Watchers at the border

Friends at the Kyrgyz border

 

Getting into Uzbekistan, a country of twenty five million people living in a region with large areas of desert, which is Central Asia’s cradle of culture,  and  has been under Russian control since the eighteenth century, but like most Stans countries has been independent since 1991, was almost a comic farce.

 The armed guards, the sniffer dogs, the yellow car which had  to be pushed into Uzbekistan and  back fired with sounds  like   Guy Fawkes night, the hoons that rode along side and  around us whipping themselves into a frenzy and then to find that because the president was in the part of the country we were travelling in, the roads were closed and we had to follow the driver and  guide in what seemed like a 360 degree re- route in the  rain.  
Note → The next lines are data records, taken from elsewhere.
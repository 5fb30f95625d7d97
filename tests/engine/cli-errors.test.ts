/** Every bad input gives exit status 2 and exactly one line on stderr saying what and where. */
import assert from 'node:assert/strict';
import { describe, it } from 'node:test';
import { cli, fixtures } from './cli-helpers';

const f = fixtures({
  'ok.json': JSON.stringify({
    nodes: [{ id: 'a' }, { id: 'b' }, { id: 'c' }],
    links: [
      { source: 'a', target: 'b' },
      { source: 'b', target: 'c' },
    ],
  }),
  'split.json': JSON.stringify({
    nodes: [{ id: 'a' }, { id: 'b' }, { id: 'c' }, { id: 'd' }],
    links: [
      { source: 'a', target: 'b' },
      { source: 'c', target: 'd' },
    ],
  }),
  'syntax.json': '{\n "nodes": [\n  {"id": "a"},,\n ]\n}',
  'dup.json': JSON.stringify({ nodes: [{ id: 'a' }, { id: 'a' }], links: [] }),
  'empty.json': JSON.stringify({ nodes: [], links: [] }),
  'strength.csv': 'source,target,strength\na,b,1\nb,c,heavy\n',
  'zero.csv': 'source,target,strength\na,b,0\n',
  'huge.csv': 'source,target,strength\na,b,1e300\n',
  'self.csv': 'source,target\na,b\nc,c\n',
  'header.csv': 'from_person,to_person\na,b\n',
  'latin1.csv': Uint8Array.from([...new TextEncoder().encode('source,target\na,'), 0xe9, 0x0a]),
  'ties.csv': 'source,target\na,b\nb,zed\n',
  'people.csv': 'id,name\na,Ann\nb,Ben\n',
  'doctype.graphml': '<?xml version="1.0"?>\n<!DOCTYPE g [<!ENTITY x "y">]>\n<graphml><graph><node id="&x;"/></graph></graphml>',
  'broken.graphml': '<graphml>\n<graph>\n<node id="a">\n</graph></graphml>',
  'room.xlsx': 'not a room',
});

const cases: [string, string[], RegExp][] = [
  ['no command', [], /no command given/],
  ['unknown command', ['spread'], /unknown command "spread"/],
  ['unknown flag', ['reach', '--graph', f['ok.json'], '--starters', 'a', '--speed', '3'], /unknown flag --speed/],
  ['flag given twice', ['reach', '--graph', f['ok.json'], '--starters', 'a', '--starters', 'b'], /--starters is given twice/],
  ['missing required flag', ['reach', '--graph', f['ok.json']], /--starters is required/],
  ['flag without value', ['reach', '--graph', f['ok.json'], '--starters'], /--starters needs a value/],
  ['stray argument', ['cover', f['ok.json']], /unexpected argument/],
  ['missing file', ['cover', '--graph', '/nonexistent/room.json'], /room\.json: cannot read the file \(no such file\)/],
  ['unknown extension', ['cover', '--graph', f['room.xlsx']], /unknown file type; use a \.json, \.csv or \.graphml file/],
  ['JSON syntax error names the line', ['cover', '--graph', f['syntax.json']], /syntax\.json: json line 3: not valid JSON/],
  ['duplicate person names the element', ['cover', '--graph', f['dup.json']], /json nodes\[1\], id: person "a" is listed twice/],
  ['empty room', ['cover', '--graph', f['empty.json']], /the room has no people/],
  [
    'room over the size limit',
    ['cover', '--graph', f['ok.json'], '--max-people', '2'],
    /json nodes\[2\], id: the room has more than 2 people, the most allowed/,
  ],
  ['non-numeric strength names line and column', ['cover', '--graph', f['strength.csv']], /ties line 3, strength: "heavy" is not a number/],
  ['zero strength', ['cover', '--graph', f['zero.csv']], /ties line 2, strength: 0 is not positive/],
  ['enormous strength', ['cover', '--graph', f['huge.csv']], /ties line 2, strength: 1e\+300 is too large/],
  ['self-tie', ['cover', '--graph', f['self.csv']], /ties line 3: "c" is tied to themself/],
  ['CSV header without source/target', ['cover', '--graph', f['header.csv']], /ties line 1: the header has no source or target column/],
  ['not UTF-8', ['cover', '--graph', f['latin1.csv']], /ties line 2: byte 17 is not valid UTF-8/],
  [
    'unknown id against the people file',
    ['cover', '--graph', f['ties.csv'], '--people', f['people.csv']],
    /ties line 3, target: "zed" is not a person of this room/,
  ],
  [
    '--people with a JSON room',
    ['cover', '--graph', f['ok.json'], '--people', f['people.csv']],
    /--people goes with a \.csv ties file only/,
  ],
  [
    'GraphML with a DOCTYPE',
    ['cover', '--graph', f['doctype.graphml']],
    /graphml line 2 <!DOCTYPE>: the file contains a <!DOCTYPE declaration/,
  ],
  ['malformed GraphML', ['cover', '--graph', f['broken.graphml']], /not well-formed XML/],
  ['starter not in the room', ['reach', '--graph', f['ok.json'], '--starters', 'a,zz'], /--starters: "zz" is not a person in/],
  ['starter given twice', ['reach', '--graph', f['ok.json'], '--starters', 'a,a'], /"a" is given twice/],
  ['empty starter entry', ['reach', '--graph', f['ok.json'], '--starters', 'a,,b'], /--starters has an empty entry/],
  [
    'laziness out of range',
    ['reach', '--graph', f['ok.json'], '--starters', 'a', '--laziness', '1'],
    /--laziness must be a number with 0 <= laziness < 1 \(got "1"\)/,
  ],
  ['mixing not a number', ['reach', '--graph', f['ok.json'], '--starters', 'a', '--mixing', 'lots'], /--mixing must be a number/],
  [
    'runs zero',
    ['simulate', '--graph', f['ok.json'], '--starters', 'a', '--runs', '0', '--seed', '1'],
    /--runs must be a whole number from 1/,
  ],
  [
    'runs fractional',
    ['simulate', '--graph', f['ok.json'], '--starters', 'a', '--runs', '2.5', '--seed', '1'],
    /--runs must be a whole number/,
  ],
  [
    'workers out of range',
    ['simulate', '--graph', f['ok.json'], '--starters', 'a', '--runs', '5', '--seed', '1', '--workers', '99'],
    /--workers must be a whole number from 1 to 16/,
  ],
  ['k zero', ['plan', '--graph', f['ok.json'], '--k', '0', '--method', 'greedy'], /--k must be a whole number from 1/],
  [
    'k too large for the room',
    ['plan', '--graph', f['ok.json'], '--k', '3', '--method', 'greedy'],
    /plan: k must be a whole number with 1 <= k <= 2/,
  ],
  [
    'unknown method',
    ['plan', '--graph', f['ok.json'], '--k', '1', '--method', 'magic'],
    /--method must be one of greedy, widened, swap, exhaustive, auto/,
  ],
  [
    'nu out of range',
    ['plan', '--graph', f['ok.json'], '--k', '1', '--method', 'widened', '--nu', '2'],
    /--nu must be a number with 0 <= nu <= 1/,
  ],
  [
    'negative time limit',
    ['plan', '--graph', f['ok.json'], '--k', '1', '--method', 'exhaustive', '--time-limit', '-1'],
    /--time-limit must be a number/,
  ],
  [
    'k below the closed groups of a split room',
    ['plan', '--graph', f['split.json'], '--k', '1', '--method', 'greedy'],
    /2 closed groups .* k must be at least 2/,
  ],
];

describe('command line: bad input', { concurrency: 2 }, () => {
  for (const [name, args, pattern] of cases) {
    it(name, async () => {
      const r = await cli(args);
      assert.equal(r.code, 2, `exit status for ${name}: ${r.code}, stderr ${r.stderr}`);
      assert.equal(r.stdout, '');
      assert.match(r.stderr, /^[^\n]+\n$/, `one line: ${JSON.stringify(r.stderr)}`);
      assert.doesNotMatch(r.stderr, /\n\s+at |Error:/);
      assert.match(r.stderr, pattern);
    });
  }
});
The border crossing from Kyrgyzstan to Uzbekistan took over seven hours but we were prepared with thermos of tea, refreshments and plenty of warm clothes as we were not going to be caught out as had happened on the border crossing into to Kyrgyzstan. Exiting Kyrgyzstan with its closed borders to all but foreigners like us ( the civil unrest means locals cannot leave the country) involved tight security. For this border crossing we were processed car by car. The occupants of each car had to present with their passports and their departure was logged. This involved officials practising their English as they delightedly pronounced our  names. We smiled and affirmed their pronunciation.

Then the gates were opened and we drove the cars into no man’s land. One by one the cars were motioned into Uzbekistan for the border control process . The passenger then went through one door and the driver another. The driver had to present the carnet and sniffer dogs sauntered  around the car, with the trainer giving taps here and there around the body of the car. The officials asked the drivers a range of questions: how old were they, why were they travelling, their status and so on. We also had to complete detailed documentation defining how much money we were taking into the country, what medication was in our possession and what cameras, mobile phones and GPS equipment we were carrying. The border guards were all armed with AK47s but they seemed personable enough. Some car boots were opened up and the contents inspected.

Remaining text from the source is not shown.